You were an observer in the referendum for the creation of South Sudan in 2011. What is your reading of the global movements for independence, for instance in the UK recently?

With few exceptions, the fight for rights has always prevailed. But there are also examples of states successfully managing their diversity and keeping their country intact. Only those countries which have failed to manage diversity have disintegrated. South Sudan is different to North Sudan in terms of language, culture and religion. So it sought autonomy within Sudan. But Sudan was not interested. Then South Sudan demanded a separate state.

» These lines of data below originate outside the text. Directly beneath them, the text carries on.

describe("a specimen made of an NRRD", () => {
  it.each([
    ["uint16", "unsigned short", [70, 67, 65], (r: number) => Math.floor(r * 65536)],
    ["int16", "short", [131, 40, 33], (r: number) => Math.floor(r * 65536) - 32768],
    ["uint8", "uchar", [66, 130, 3], (r: number) => Math.floor(r * 256)],
    ["float32", "float", [65, 66, 67], (r: number) => Math.fround(r * 10 - 5)],
    // Slices 2.5 times as far apart as voxels: z is not halved until the others have caught up.
    ["uint16", "uint16", [200, 131, 70], (r: number) => Math.floor(r * 65536), [0.04, 0.04, 0.1]],
    ["uint16", "uint16", [70, 131, 140], (r: number) => Math.floor(r * 65536), [0.08, 0.04, 0.04]],
  ] as const)("has in zarrita, level by level, what a naive pyramid of %s gives", async (dtype, type, sizes, value, voxel?) => {
    const folder = await scratchFolder();
    const random = seeded(7);
    const values = Array.from({ length: sizes[0] * sizes[1] * sizes[2] }, () => value(random()));
    const path = await writeNrrd(folder, "a.nrrd", { sizes, type, dtype, values });
    const source = await openScan(path);
    const given: readonly [number, number, number] = voxel ?? [0.04, 0.04, 0.04];
    const { record } = await makeSpecimen(source, { ...options(folder), spacing: given });
    await source.close();
    const home = join(folder, "specimens", record.id);
    expect(parseSpecimenRecord(JSON.parse(await readFile(join(home, "specimen.json"), "utf8")), "specimen.json")).toEqual(record);
    expect(record.volume.sha256).toBe(
      createHash("sha256")
        .update(bytesOf(values, dtype, true))
        .digest("hex"),
    );
    expect(record.volume.range).toEqual({
      min: values.reduce((a, b) => Math.min(a, b)),
      max: values.reduce((a, b) => Math.max(a, b)),
    });
    const store = join(home, "scan.ome.zarr");
    const levels = (await readdir(store)).filter((name) => /^\d+$/.test(name)).length;
    let now = { values, size: [sizes[2], sizes[1], sizes[0]] as number[] };
    let spacing = [given[2], given[1], given[0]];
    for (let k = 0; ; k++) {
      const found = await level(store, String(k));
      expect(found.shape).toEqual(now.size);
      expect(found.data).toEqual(now.values);
      const finest = Math.min(...spacing);
      const halve = now.size.map((side, axis) => side > 64 && spacing[axis]! < 2 * finest);
      if (!halve.includes(true)) {
        expect(levels).toBe(k + 1);
        break;
      }
      now = naiveHalf(now.values, now.size, halve, dtype !== "float32");
      spacing = spacing.map((s, axis) => (halve[axis] ? 2 * s : s));
    }
  });

  const small = (more: Partial<HandNrrd>): HandNrrd => ({
    sizes: [4, 3, 5],
    type: "ushort",
    dtype: "uint16",
    values: ramp(60),
    ...more,
  });

  async function takeIn(folder: string, order: HandNrrd, more: Partial<SpecimenOptions> = {}) {
    const source = await openScan(await writeNrrd(folder, "a.nrrd", order));
    try {
      const made = await makeSpecimen(source, { ...options(folder), ...more });
      return { ...made, store: join(folder, "specimens", made.record.id, "scan.ome.zarr") };
    } finally {
      await source.close();
    }
  }

  it.each([
    ["one shard", [40, 30, 20], "uint8"],
    ["several shards and levels", [530, 70, 66], "uint16"],
  ] as const)("of %s keeps the published rules of OME-Zarr 0.5", async (_, sizes, dtype) => {
    const order = small({ sizes, dtype, type: dtype, values: ramp(sizes[0] * sizes[1] * sizes[2]) });
    const { store } = await takeIn(await scratchFolder(), order);
    expect(await breachesOfOmeZarr(store)).toEqual([]);
  });

  it("has each level's scale and translation where the voxels' centres are", async () => {
    const lines = [...SETTLED.filter((line) => !line.startsWith("space origin")), "space origin: (1,2,3)"];
    const { store } = await takeIn(await scratchFolder(), small({ sizes: [130, 65, 3], values: ramp(130 * 65 * 3), lines }));
    const group = JSON.parse(await readFile(join(store, "zarr.json"), "utf8"));
    const transforms = group.attributes.ome.multiscales[0].datasets.map(
      (d: { coordinateTransformations: unknown }) => d.coordinateTransformations,
    );
    // By hand: a halved axis has its first centre half a child voxel further in; z is never halved (3 slices).
    const expected = [
      [
        [0.04, 0.04, 0.04],
        [3, 2, 1],
      ],
      [
        [0.04, 0.08, 0.08],
        [3, 2.02, 1.02],
      ],
    ];
    expect(transforms.length).toBe(expected.length);
    for (const [k, [scale, translation]] of expected.entries()) {
      expect(transforms[k][0]).toMatchObject({ type: "scale" });
      for (const axis of [0, 1, 2]) {
        expect(transforms[k][0].scale[axis]).toBeCloseTo(scale![axis]!, 12);
        expect(transforms[k][1].translation[axis]).toBeCloseTo(translation![axis]!, 12);
      }
    }
  });

  it("is read back by the program with the same voxels, spacing and frame, oblique or not", async () => {
    for (const directions of ["(0.04,0,0) (0,0.04,0) (0,0,0.04)", "(0,0.04,0) (-0.04,0,0) (0,0,0.04)"]) {
      const folder = await scratchFolder();
      const lines = ["space: RAS", `space directions: ${directions}`, "space origin: (1,2,3)", 'space units: "mm" "mm" "mm"'];
      const { record } = await takeIn(folder, small({ lines }));
      const again = await openScan(join(folder, "specimens", record.id));
      expect(await gatherVoxels(again)).toEqual(ramp(60));
      const { header } = again;
      expect([header.headerSpacing, header.origin, header.direction, header.frame]).toEqual([
        record.volume.spacing,
        record.volume.origin,
        record.volume.direction,
        "LPS",
      ]);
      expect(record.volume.origin).toEqual([-1, -2, 3]);
    }
  });

  // The first of int16, uint16, float32 that holds every value exactly; else float32 with its greatest rounding; else refused.
  it.each([
    ["int8", "int8", [-128, 127], "int16", /int8 are kept as int16; no value changes/],
    ["int32", "int", [-5, 30000], "int16", /no value changes/],
    ["uint32", "uint", [0, 32768, 65535], "uint16", /no value changes/],
    ["uint32", "uint", [0, 65536, 16777216], "float32", /no value changes/],
    ["int32", "int", [-1, 40000], "float32", /no value changes/],
    ["uint32", "uint", [0, 16777217], "float32", /change by up to 1\./],
    ["int64", "int64", [-32768, 32767], "int16", /no value changes/],
    ["uint64", "uint64", [0, 60000], "uint16", /no value changes/],
    ["uint64", "uint64", [0, 2 ** 52 + 3], "float32", /change by up to 3\./],
    ["float64", "double", [-3, 5], "int16", /no value changes/],
    ["float64", "double", [0.5, 1.25], "float32", /no value changes/],
    ["float64", "double", [0.1, 7], "float32", /change by up to 1\.49e-9/],
  ] as const)("of %s voxels (%s %j) is kept as %s and says so", async (dtype, type, sample, stored, sentence) => {
    for (const gzip of [false, true]) {
      const values = Array.from({ length: 60 }, (_, k) => sample[k % sample.length]!);
      const { record, store } = await takeIn(await scratchFolder(), small({ dtype, type, values, gzip }));
      expect(record.volume.dtype).toBe(stored);
      expect(record.conversions.join(" ")).toMatch(sentence);
      const expected = stored === "float32" ? values.map(Math.fround) : values;
      expect((await level(store, "0")).data).toEqual(expected);
    }
  });

  it("of values beyond float32 is refused", async () => {
    const order = small({ dtype: "float64", type: "double", values: ramp(60).map((v) => (v === 7 ? 1e39 : v)) });
    await expect(takeIn(await scratchFolder(), order)).rejects.toThrow(/expected values that float32 can hold/);
  });

  it("reads the voxels of its source once, twice where the stored type depends on them", async () => {
    const kept = await takeIn(await scratchFolder(), small({}));
    expect(kept.bytesRead).toBe(120);
    const judged = await takeIn(await scratchFolder(), small({ dtype: "int32", type: "int" }));
    expect(judged.bytesRead).toBe(2 * 240);
  });

  it("of a mirrored scan has its slices in reverse order in the same frame, from a compressed file too", async () => {
    for (const gzip of [false, true]) {
      const folder = await scratchFolder();
      const { record, store } = await takeIn(folder, small({ gzip }), { mirror: true });
      const planes = [4, 3, 2, 1, 0].flatMap((z) => ramp(60).slice(z * 12, z * 12 + 12));
      expect((await level(store, "0")).data).toEqual(planes);
      expect(record.volume.sha256).toBe(
        createHash("sha256")
          .update(bytesOf(planes, "uint16", true))
          .digest("hex"),
      );
      expect(record.volume.direction).toEqual([1, 0, 0, 0, 1, 0, 0, 0, 1]);
      expect(record.conversions.join(" ")).toMatch(/reversed/);
      expect(await readdir(join(folder, "specimens", record.id))).toEqual(["scan.ome.zarr", "specimen.json"]);
      expect(await readdir(join(folder, "unfinished"))).toEqual([]);
    }
  });

  it("takes the person's spacing, and turns the origin by the same factor where the unit was missing", async () => {
    const lines = ["space: LPS", "space directions: (40,0,0) (0,40,0) (0,0,40)", "space origin: (400,0,-80)"];
    const { record } = await takeIn(await scratchFolder(), small({ lines }), { spacing: [0.04, 0.04, 0.04] });
    expect(record.volume.spacing).toEqual([0.04, 0.04, 0.04]);
    expect(record.volume.origin.map((v) => Number(v.toFixed(9)))).toEqual([0.4, 0, -0.08]);
  });

  it("of thick planes is written in thinner slabs with the same bytes", async () => {
    // Budgets are computed by hand: 32 planes up to 256 MiB, fewer above, never fewer than two.
    expect([2 ** 20, 2 ** 23, 2 ** 24, 2 ** 25, 2 ** 30].map(slabPlanesFor)).toEqual([32, 32, 16, 8, 2]);
    const random = seeded(3);
    const grid = plainGrid([70, 50, 90], [0.04, 0.04, 0.04]);
    const voxels = Uint16Array.from({ length: 70 * 50 * 90 }, () => Math.floor(random() * 65536));
    const stores: Record<string, string>[] = [];
    for (const slabPlanes of [32, 8, 2]) {
      const folder = await scratchFolder();
      const source = sourceFromSlabs("v", grid, "uint16", (z0, z1, out) => out.set(voxels.subarray(z0 * 3500, z1 * 3500)));
      await makeSpecimen(source, { ...options(folder), slabPlanes });
      const store = join(folder, "specimens", options(folder).id, "scan.ome.zarr");
      const files: Record<string, string> = {};
      for (const name of (await readdir(store, { recursive: true })).map(String).sort())
        if (/\/c\//.test(name) && !(await stat(join(store, name))).isDirectory())
          files[name] = createHash("sha256")
            .update(await readFile(join(store, name)))
            .digest("hex");
      stores.push(files);
    }
    expect(Object.keys(stores[0]!).length).toBeGreaterThan(2);
    expect(stores[1]).toEqual(stores[0]);
    expect(stores[2]).toEqual(stores[0]);
  });

  it("takes the disk room that was foretold, and at most 1.42 times its voxels when every side is 500 or more", async () => {
    const { bytesWritten } = await takeIn(await scratchFolder(), small({ sizes: [130, 65, 33], values: ramp(130 * 65 * 33) }));
    expect(storeBytes(plainGrid([130, 65, 33], [0.04, 0.04, 0.04]), "uint16")).toBe(bytesWritten);
    for (const [size, most] of [
      [[500, 500, 500], 1.42],
      [[1000, 1000, 1000], 1.3],
      [[2000, 2000, 1000], 1.2],
    ] as const)
      expect(storeBytes(plainGrid(size, [0.02, 0.02, 0.02]), "uint16") / (size[0] * size[1] * size[2] * 2)).toBeLessThan(most);
  });

  it("tells its progress from 0 to 1 with rate and time left by a given clock", async () => {
    const folder = await scratchFolder();
    const grid = plainGrid([8, 8, 10], [0.04, 0.04, 0.04]);
    const told: IntakeProgress[] = [];
    let clock = 0;
    const source = sourceFromSlabs("v", grid, "uint8", (_a, _b, out) => out.fill(1));
    await makeSpecimen(source, options(folder), { now: () => (clock += 500), onProgress: (p) => told.push(p) });
    expect(told[0]).toEqual({ progress: 0, step: "Taking in the scan", bytesPerSecond: null, secondsLeft: null });
    expect(told.at(-1)).toMatchObject({ progress: 1, secondsLeft: 0 });
    expect(told.map((p) => p.progress)).toEqual([...told.map((p) => p.progress)].sort((a, b) => a - b));
    expect(told.some((p) => p.bytesPerSecond !== null && p.bytesPerSecond > 0 && p.secondsLeft !== null)).toBe(true);
  });
});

The point is, when the state fails to accommodate diversity and alienates a large section of its population, secessionist sentiments gain traction. However, education and economic prosperity can prevent disintegration. Once these vital needs are met, issues of identity and ethnicity become secondary. The lesson is that we must acknowledge diversity and manage it in a way acceptable to all. If we can maintain over 10 percent growth for the next 20 years, we will become prosperous. Then ethnic ideals will hold little water. Therefore our emphasis should be to promptly end the demarcation dispute and focus on economic development.

Do you see parallels between Sudan's secession and occasional calls for secession in Madhesh?

Like I said, the context is different. South Sudan lagged far behind mainland Sudan in development, literacy, roads, virtually everything. The level of discrimination against South Sudanese was extremely high. Madhesh cannot be compared to South Sudan. While interacting with South Sudanese leaders, they would say they would be happy as citizens of larger Sudan instead of being citizens of a smaller entity. People rarely opt for secession.

In my interaction with Madheshi leaders I have found that they are against secession. At least sensitive Madheshi leaders are against it. Secession is not as easy in Nepal as it was in Sudan. Madheshi leaders are seeking solutions from within the framework of the new constitution. It is when they start seeking extra-constitutional rights that there will be problems. This is something we should all be cognizant about.

Finally, what is your take on the current blockade?

This blockade can be seen as a failure of Indian diplomacy. Misunderstanding between leaderships of two countries has subjected us to untold suffering. Don't forget, a large number of Indians are against this blockade. But it still continues. India has found an excuse in Madhesh to justify its blockade. So we need to first put our house in order. Then India will be compelled to lift the blockade. It is all the more important to end the Madhesh crisis for this reason. We have suffered blockades in the past as well. During such times issues of self-reliance and need to minimize overdependence on India enter national debate. But we tend to forget easily. Nepal cannot change its geography. We can minimize our over-dependence on India but we cannot look for its alternative elsewhere. Perhaps aware of this vulnerability, India has decided to act tough with Nepal.